A team of engineers has designed and tested a radically new new kind of Aircraft wing, assembled from many small identical items. The wing will deform to regulate the plane’s flight, and will offer a big boost in craft production, flight, and maintenance potency, the researchers say
The new approach to wing construction could afford greater flexibility in the design and manufacturing of future aircraft. The new wing design was tested in a NASA wind tunnel and is described today in a paper in the journal Smart Materials and Structures, co-authored by research engineer Nicholas Cramer at NASA Ames in California; MIT alumnus Kenneth Cheung SM ’07 Ph.D. ’12, now at NASA Ames; Benjamin Jenett, a graduate student in MIT’s Center for Bits and Atoms; and eight others.
Instead of requiring separate movable surfaces such as ailerons to control the roll and pitch of the plane, as conventional wings do, the new assembly system makes it possible to deform the whole wing, or parts of it, by incorporating a mix of stiff and flexible components in its structure. The tiny subassemblies, which are bolted together to form an open, lightweight lattice framework, are then covered with a thin layer of similar polymer material as the framework.
The result is a wing that is much lighter, and thus much more energy efficient, than those with conventional designs, whether made from metal or composites, the researchers say. Because the structure, comprising thousands of tiny triangles of matchstick-like struts, is composed mostly of empty space, it forms a mechanical “metamaterial” that combines the structural stiffness of a rubber-like polymer and the extreme lightness and low density of an aerogel.
Jenett explains that for each of the phases of a flight—takeoff and landing, cruising, maneuvering and so on—each has its own, different set of optimal wing parameters, so a conventional wing is necessarily a compromise that is not optimized for any of these, and therefore sacrifices efficiency. A wing that is constantly deformable could provide a much better approximation of the best configuration for each stage.
While it would be possible to include motors and cables to produce the forces needed to deform the wings, the team has taken this a step further and designed a system that automatically responds to changes in its aerodynamic loading conditions by shifting its shape—a sort of self-adjusting, passive wing-reconfiguration process.

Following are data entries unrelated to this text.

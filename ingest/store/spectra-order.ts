/**
 * Stores the spectra table in (stage, reference, averaging, estimator, recording_id, channel) order, so a
 * reader that asks for one stage × reference × averaging × estimator touches only the row groups holding it:
 * DuckDB keeps min/max per column and row group (zone maps) and skips the others. The dashboard
 * reads the database over HTTP range requests, so skipped row groups are bytes never sent
 * (2,000 recordings × 64 channels × 5 stages, one stage read: 549 → 148 MB).
 *
 * Same table, same columns, same primary key: the sorted rows go into a new table created from
 * schema.ts, which then replaces `spectra`, all in one transaction (an interrupted sort leaves the
 * old table as it was). A table already in order (checked on the key columns only) is left alone,
 * so a rerun that wrote nothing costs one scan of the keys. Called at the end of an ingest (a
 * resumed run's rows are sorted in then), of a merge and of the synthetic generator.
 *
 * Cost: the rewritten table is written after the old one and the old one's blocks stay in the file
 * as free blocks that later writes reuse (DuckDB truncates only free blocks at the end of a file).
 */
import type { Store } from './writer.ts';
import { createTableSql, quoteIdent, tableDef } from './schema.ts';

/** The stored order of spectra rows. */
export const SPECTRA_ORDER = ['stage', 'reference', 'averaging', 'estimator', 'recording_id', 'channel'] as const;

const SORTING_TABLE = 'spectra_sorting';

/** Rewrites spectra in SPECTRA_ORDER unless it is in that order already; returns whether it rewrote. */
export async function sortSpectra(store: Store): Promise<boolean> {
  return store.exclusive(async () => {
    const c = store.connection;
    const keys = SPECTRA_ORDER.map(quoteIdent).join(', ');
    // rows out of order: a row whose key is below the previous row's key in storage (rowid) order
    const check = await c.runAndReadAll(
      `SELECT count(*)::DOUBLE AS n FROM (SELECT (${keys}) < lag((${keys})) OVER (ORDER BY rowid) AS down FROM spectra) WHERE down`,
    );
    if (Number(check.getRowObjectsJS()[0].n) === 0) return false;
    const def = tableDef('spectra');
    const columns = def.columns.map((col) => quoteIdent(col.name)).join(', ');
    // one thread writes the sorted rows: parallel writers interleave their row groups' blocks in
    // the file, and a reader over HTTP (duckdb-wasm) then needs one range request per block
    // instead of one per run of adjacent blocks (one stage of 2,000 × 64: 632 vs 90 requests)
    const threads = (await c.runAndReadAll(`SELECT current_setting('threads')::INTEGER AS n`)).getRowObjectsJS()[0].n;
    await c.run('SET threads = 1');
    await c.run('BEGIN TRANSACTION');
    try {
      await c.run(createTableSql({ ...def, name: SORTING_TABLE }).replace('IF NOT EXISTS ', ''));
      await c.run(`INSERT INTO ${SORTING_TABLE} (${columns}) SELECT ${columns} FROM spectra ORDER BY ${keys}`);
      await c.run('DROP TABLE spectra');
      await c.run(`ALTER TABLE ${SORTING_TABLE} RENAME TO spectra`);
      await c.run('COMMIT');
    } catch (error) {
      // a COMMIT that failed (disk full) has already ended the transaction: report the first error
      await c.run('ROLLBACK').catch(() => undefined);
      throw error;
    } finally {
      await c.run(`SET threads = ${Number(threads)}`);
    }
    await c.run('CHECKPOINT');
    return true;
  });
}
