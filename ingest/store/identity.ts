/**
 * Stable identities: a run is its parameters (canonical JSON, keys sorted, hashed), a recording
 * is (run, file hash). Both are deterministic, so a rerun, a resumed run and a merged shard
 * give the same ids.
 */
import { createHash } from 'node:crypto';
import { StoreError } from './errors.ts';

/** JSON with object keys sorted at every level; refuses values JSON cannot hold faithfully. */
export function canonicalJson(value: unknown): string {
  return JSON.stringify(sortKeys(value, '$'));
}

function sortKeys(value: unknown, path: string): unknown {
  if (value === null || typeof value === 'string' || typeof value === 'boolean') return value;
  if (typeof value === 'number') {
    if (!Number.isFinite(value)) throw new StoreError(`parameter ${path} is ${value}; JSON cannot hold it`);
    return value;
  }
  if (Array.isArray(value)) return value.map((v, i) => sortKeys(v, `${path}[${i}]`));
  if (typeof value === 'object' && Object.getPrototypeOf(value) === Object.prototype) {
    const out: Record<string, unknown> = {};
    for (const key of Object.keys(value as object).sort()) {
      const v = (value as Record<string, unknown>)[key];
      if (v !== undefined) out[key] = sortKeys(v, `${path}.${key}`);
    }
    return out;
  }
  throw new StoreError(`parameter ${path} is a ${typeof value} (${Object.prototype.toString.call(value)}); only plain JSON values are allowed`);
}

export function sha256Hex(text: string): string {
  return createHash('sha256').update(text, 'utf8').digest('hex');
}

/** run_id: the first 16 hex digits of SHA-256 of the canonical parameters JSON. */
export function runIdentity(parameters: unknown): { runId: string; json: string; sha256: string } {
  const json = canonicalJson(parameters);
  const sha256 = sha256Hex(json);
  return { runId: sha256.slice(0, 16), json, sha256 };
}

const SHA256_HEX = /^[0-9a-f]{64}$/;

/** recording_id: the first 16 hex digits of SHA-256 of "<run_id>:<file_sha256>". */
export function recordingIdFor(runId: string, fileSha256: string): string {
  if (!SHA256_HEX.test(fileSha256)) throw new StoreError(`file_sha256 must be 64 lowercase hex digits, got ${JSON.stringify(fileSha256)}`);
  return sha256Hex(`${runId}:${fileSha256}`).slice(0, 16);
}
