/** Small scenarios for the simulator tests (each test overrides what it checks). */
import type { Scenario, ScoredStage } from '../../src/core/simulate/index.ts';
import { NightGenerator, planNight } from '../../src/core/simulate/index.ts';

export function baseScenario(overrides: Partial<Scenario> = {}): Scenario {
  return {
    name: 'test scenario',
    description: 'invented, for tests',
    seed: 11,
    epochS: 30,
    nightMin: 10,
    hypnogram: {
      wakeAtStartMin: 2,
      cycleMin: { N1: 1, N2: 3, N3: 2, N2late: 1, R: 2 },
      n3PerCycle: 0.7,
      rPerCycle: 1.3,
      jitter: 0.2,
      awakeningsPerHour: 2,
    },
    channels: ['F3', 'F4', 'Fz', 'C3', 'C4', 'Cz', 'P3', 'P4', 'Pz', 'O1', 'O2', 'M1', 'M2'],
    reference: { label: 'REF', site: 'Fpz' },
    highPassHz: 0.3,
    aperiodic: {
      W: { offset: 1.4, exponent: 1.5, knee: 0 },
      N1: { offset: 1.6, exponent: 1.8, knee: 0 },
      N2: { offset: 2.0, exponent: 2.2, knee: 0 },
      N3: { offset: 2.4, exponent: 2.6, knee: 0 },
      R: { offset: 1.6, exponent: 2.1, knee: 0 },
    },
    background: {
      sources: ['Fz', 'Cz', 'Pz', 'Oz', 'C5', 'C6'].map((site) => ({ site, widthDeg: 40, weight: 1 })),
      electrodeWeight: 0.25,
    },
    rhythms: [],
    variability: { offsetSd: 0, exponentSd: 0, rhythmAmplitudeSdLog10: 0, rhythmFrequencySdFraction: 0 },
    groups: [
      { name: 'control', codePrefix: 'ctl', size: 1, fsHz: 256, covariates: { ageMean: 40, ageSd: 10, femaleFraction: 0.5, scoreMean: 10, scoreSd: 3 } },
    ],
    effects: [],
    artifacts: [],
    startDate: '2023-01-02T23:00:00',
    scoreRange: [0, 40],
    ...overrides,
  };
}

export function fixedStages(stage: ScoredStage, epochs: number): Pick<Scenario, 'stages' | 'nightMin'> {
  return { stages: Array(epochs).fill(stage), nightMin: epochs / 2 };
}

/** The whole night of one subject as one Float64Array per channel (small nights only). */
export function generateNight(scenario: Scenario, subjectIndex = 0): { channels: string[]; fsHz: number; data: Float64Array[] } {
  const plan = planNight(scenario, subjectIndex);
  const gen = new NightGenerator(plan);
  const L = plan.epochSamples;
  const data = plan.channels.map(() => new Float64Array(L * plan.nEpochs));
  const out = plan.channels.map(() => new Float32Array(L));
  for (let e = 0; e < plan.nEpochs; e++) {
    gen.generate(e, out);
    out.forEach((o, c) => data[c].set(o, e * L));
  }
  return { channels: plan.channels, fsHz: plan.fsHz, data };
}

“We’re able to gain efficiency by matching the shape to the loads at different angles of attack,” says Cramer, the paper’s lead author. “We’re able to produce the exact same behavior you would do actively, but we did it passively.”
This is all accomplished by the careful design of the relative positions of struts with different amounts of flexibility or stiffness, designed so that the wing, or sections of it, bend in specific ways in response to particular kinds of stresses.
Cheung and others demonstrated the basic underlying principle a few years ago, producing a wing about a meter long, comparable to the size of typical remote-controlled model aircraft wing. The new version, about five times as long, is comparable in size to the wing of a real single-seater plane and could be easy to manufacture.
While this version was hand-assembled by a team of graduate students, the repetitive process is designed to be easily accomplished by a swarm of small, simple autonomous assembly robots. The design and testing of the robotic assembly system is the subject of an upcoming paper, Jenett says.
The individual parts for the previous wing were cut using a waterjet system, and it took several minutes to make each part, Jenett says. The new system uses injection molding with polyethylene resin in a complex 3-D mold, and produces each part—essentially a hollow cube made up of matchstick-size struts along each edge—in just 17 seconds, he says, which brings it a long way closer to scalable production levels.
“Now we have a manufacturing method,” he says. While there’s an upfront investment in tooling, once that’s done, “the parts are cheap,” he says. “We have boxes and boxes of them, all the same.”
The resulting lattice, he says, has a density of 5.6 kilograms per cubic meter. By way of comparison, rubber has a density of about 1,500 kilograms per cubic meter. “They have the same stiffness, but ours has less than roughly one-thousandth of the density,” Jenett says.
Because the overall configuration of the wing or other structure is built up from tiny subunits, it really doesn’t matter what the shape is. “You can make any geometry you want,” he says. “The fact that most Aircraft wing are the same shape”—essentially a tube with wings—”is because of expense. It’s not always the most efficient shape.” But massive investments in design, tooling, and production processes make it easier to stay with long-established configurations.
Studies have shown that an integrated body and wing structure could be far more efficient for many applications, he says, and with this system those could be easily built, tested, modified, and retested.
“The research shows promise for reducing cost and increasing the performance for large, light weight, stiff structures,” says Daniel Campbell, a structures researcher at Aurora Flight Sciences, a Boeing company, who was not involved in this research. “Most promising near-term applications are structural applications for airships and space-based structures, such as antennas.”
The new wing was designed to be as large as could be accommodated in NASA’s high-speed wind tunnel at Langley Research Center, where it performed even a bit better than predicted, Jenett says.
The same system could be used to make other structures as well, Jenett says, including the wing-like blades of wind turbines, where the ability to do on-site assembly could avoid the problems of transporting ever-longer blades. Similar assemblies are being developed to build space structures, and could eventually be useful for bridges and other high performance structures.